The other morning, waking up from this sex dream, I wasn’t entirely sure what I wanted. It was borderline exhilarating, arousing, but also pushed me to the edge of my comfort limits. (See last diary post)
I was also taken back by the appearance of Dan in the dream, my ex, from over seven years ago. What was he doing in the dream? Why was he disguised as Vic’s friend?

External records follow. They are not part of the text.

/**
 * Reading and writing nbformat 4 notebooks for the headless runner, and turning session outputs into nbformat
 * outputs exactly the way Jupyter's nbclient does (display ids update earlier outputs in place, clear_output with
 * wait clears before the next output), so that the runner and nbclient-through-the-kernel give the same outputs.
 */
import type { CellOutput, ExecuteOutcome, MimeBundle } from '@multiplet/cells';

export interface NotebookOutput {
  output_type: 'stream' | 'display_data' | 'execute_result' | 'error';
  [key: string]: unknown;
}

export interface NotebookCell {
  cell_type: 'code' | 'markdown' | 'raw';
  id?: string;
  source: string | string[];
  metadata: Record<string, unknown>;
  outputs?: NotebookOutput[];
  execution_count?: number | null;
  attachments?: unknown;
}

export interface Notebook {
  nbformat: number;
  nbformat_minor: number;
  metadata: Record<string, unknown>;
  cells: NotebookCell[];
}

export class NotebookError extends Error {}

export function sourceText(cell: NotebookCell): string {
  return Array.isArray(cell.source) ? cell.source.join('') : String(cell.source ?? '');
}

/** First non-blank line of a cell, for messages. */
export function firstLine(cell: NotebookCell): string {
  const line = sourceText(cell).split('\n').find((l) => l.trim() !== '') ?? '';
  return line.length > 60 ? line.slice(0, 57) + '...' : line;
}

export function parseNotebook(text: string, path: string): Notebook {
  let nb: unknown;
  try {
    nb = JSON.parse(text);
  } catch (error) {
    throw new NotebookError(`${path}: not a JSON notebook (${(error as Error).message})`);
  }
  const n = nb as Partial<Notebook>;
  if (typeof nb !== 'object' || nb === null || n.nbformat !== 4 || !Array.isArray(n.cells)) {
    throw new NotebookError(`${path}: got ${typeof nb === 'object' && nb ? `nbformat ${String(n.nbformat)}` : 'no notebook'}, expected an nbformat 4 notebook with a cells list`);
  }
  n.cells.forEach((cell, i) => {
    if (typeof cell !== 'object' || cell === null || !['code', 'markdown', 'raw'].includes(cell.cell_type)) {
      throw new NotebookError(`${path}: cell ${i}: got ${JSON.stringify(cell)?.slice(0, 40)}, expected a code, markdown or raw cell`);
    }
    if (typeof cell.source !== 'string' && !Array.isArray(cell.source)) throw new NotebookError(`${path}: cell ${i}: source must be text or a list of lines`);
  });
  return { nbformat: 4, nbformat_minor: typeof n.nbformat_minor === 'number' ? n.nbformat_minor : 0, metadata: (n.metadata as Record<string, unknown>) ?? {}, cells: n.cells as NotebookCell[] };
}

const CELL_ID = /^[a-zA-Z0-9-_]{1,64}$/;

/** Cell ids required by nbformat 4.5: keep valid unique ones, otherwise a deterministic `cell-<index>`. */
export function ensureCellIds(nb: Notebook): void {
  const seen = new Set<string>();
  nb.cells.forEach((cell, i) => {
    let id = typeof cell.id === 'string' && CELL_ID.test(cell.id) && !seen.has(cell.id) ? cell.id : `cell-${i}`;
    while (seen.has(id)) id = `${id}-x`;
    seen.add(id);
    cell.id = id;
  });
}

/** Outputs of one cell, accumulated as nbclient does. Shared display-id map across the whole notebook. */
export class OutputCollector {
  private readonly displayMap = new Map<string, { cell: number; index: number }[]>();
  private clearBeforeNext = new Set<number>();

  constructor(private readonly nb: Notebook) {}

  private updateDisplays(displayId: string, data: MimeBundle, metadata: Record<string, unknown>): void {
    for (const { cell, index } of this.displayMap.get(displayId) ?? []) {
      const output = this.nb.cells[cell]!.outputs![index];
      if (output) {
        output.data = data;
        output.metadata = metadata;
      }
    }
  }

  private clearCell(cellIndex: number): void {
    this.nb.cells[cellIndex]!.outputs = [];
    for (const [id, places] of this.displayMap) {
      const kept = places.filter((p) => p.cell !== cellIndex);
      if (kept.length) this.displayMap.set(id, kept);
      else this.displayMap.delete(id);
    }
  }

  private append(cellIndex: number, output: NotebookOutput, displayId?: string): void {
    if (this.clearBeforeNext.has(cellIndex)) {
      this.clearBeforeNext.delete(cellIndex);
      this.clearCell(cellIndex);
    }
    const outputs = (this.nb.cells[cellIndex]!.outputs ??= []);
    if (displayId) {
      const places = this.displayMap.get(displayId) ?? [];
      places.push({ cell: cellIndex, index: outputs.length });
      this.displayMap.set(displayId, places);
    }
    outputs.push(output);
  }

  /** An intermediate output of the session. */
  add(cellIndex: number, output: CellOutput): void {
    switch (output.type) {
      case 'stream':
        this.append(cellIndex, { output_type: 'stream', name: output.name, text: output.text });
        return;
      case 'display_data':
        if (output.displayId) this.updateDisplays(output.displayId, output.data, output.metadata);
        this.append(cellIndex, { output_type: 'display_data', data: output.data, metadata: output.metadata }, output.displayId);
        return;
      case 'update_display_data':
        this.updateDisplays(output.displayId, output.data, output.metadata);
        return;
      case 'clear_output':
        if (output.wait) this.clearBeforeNext.add(cellIndex);
        else this.clearCell(cellIndex);
        return;
    }
  }

  /** The execute reply: execute_result or error. */
  finish(cellIndex: number, outcome: ExecuteOutcome, executionCount: number): void {
    if (outcome.status === 'error') {
      this.append(cellIndex, { output_type: 'error', ename: outcome.ename, evalue: outcome.evalue, traceback: outcome.traceback });
      return;
    }
    if (!outcome.result) return;
    const { data, metadata, displayId } = outcome.result;
    if (displayId) this.updateDisplays(displayId, data, metadata);
    this.append(cellIndex, { output_type: 'execute_result', execution_count: executionCount, data, metadata }, displayId);
  }
}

I was uncomfortable that he got to see me completely exposed. It was such a vulnerable position, and I feel embarrassed having anyone see me like that, especially him. It didn’t matter to me that it wasn’t real and only a dream, even Dream Dan didn’t deserve to gaze upon me naked. (Naked and bound with my legs spread wide open in the back seat of a truck in this case)
The dream also seemed to hone in on my fear that Vic would exercise a power over me and force me way beyond my comfort zone. This certainly was happening before I woke up.
Despite this, I was aroused. I was a little ashamed in myself for being so aroused after being treated so cheaply in the dream.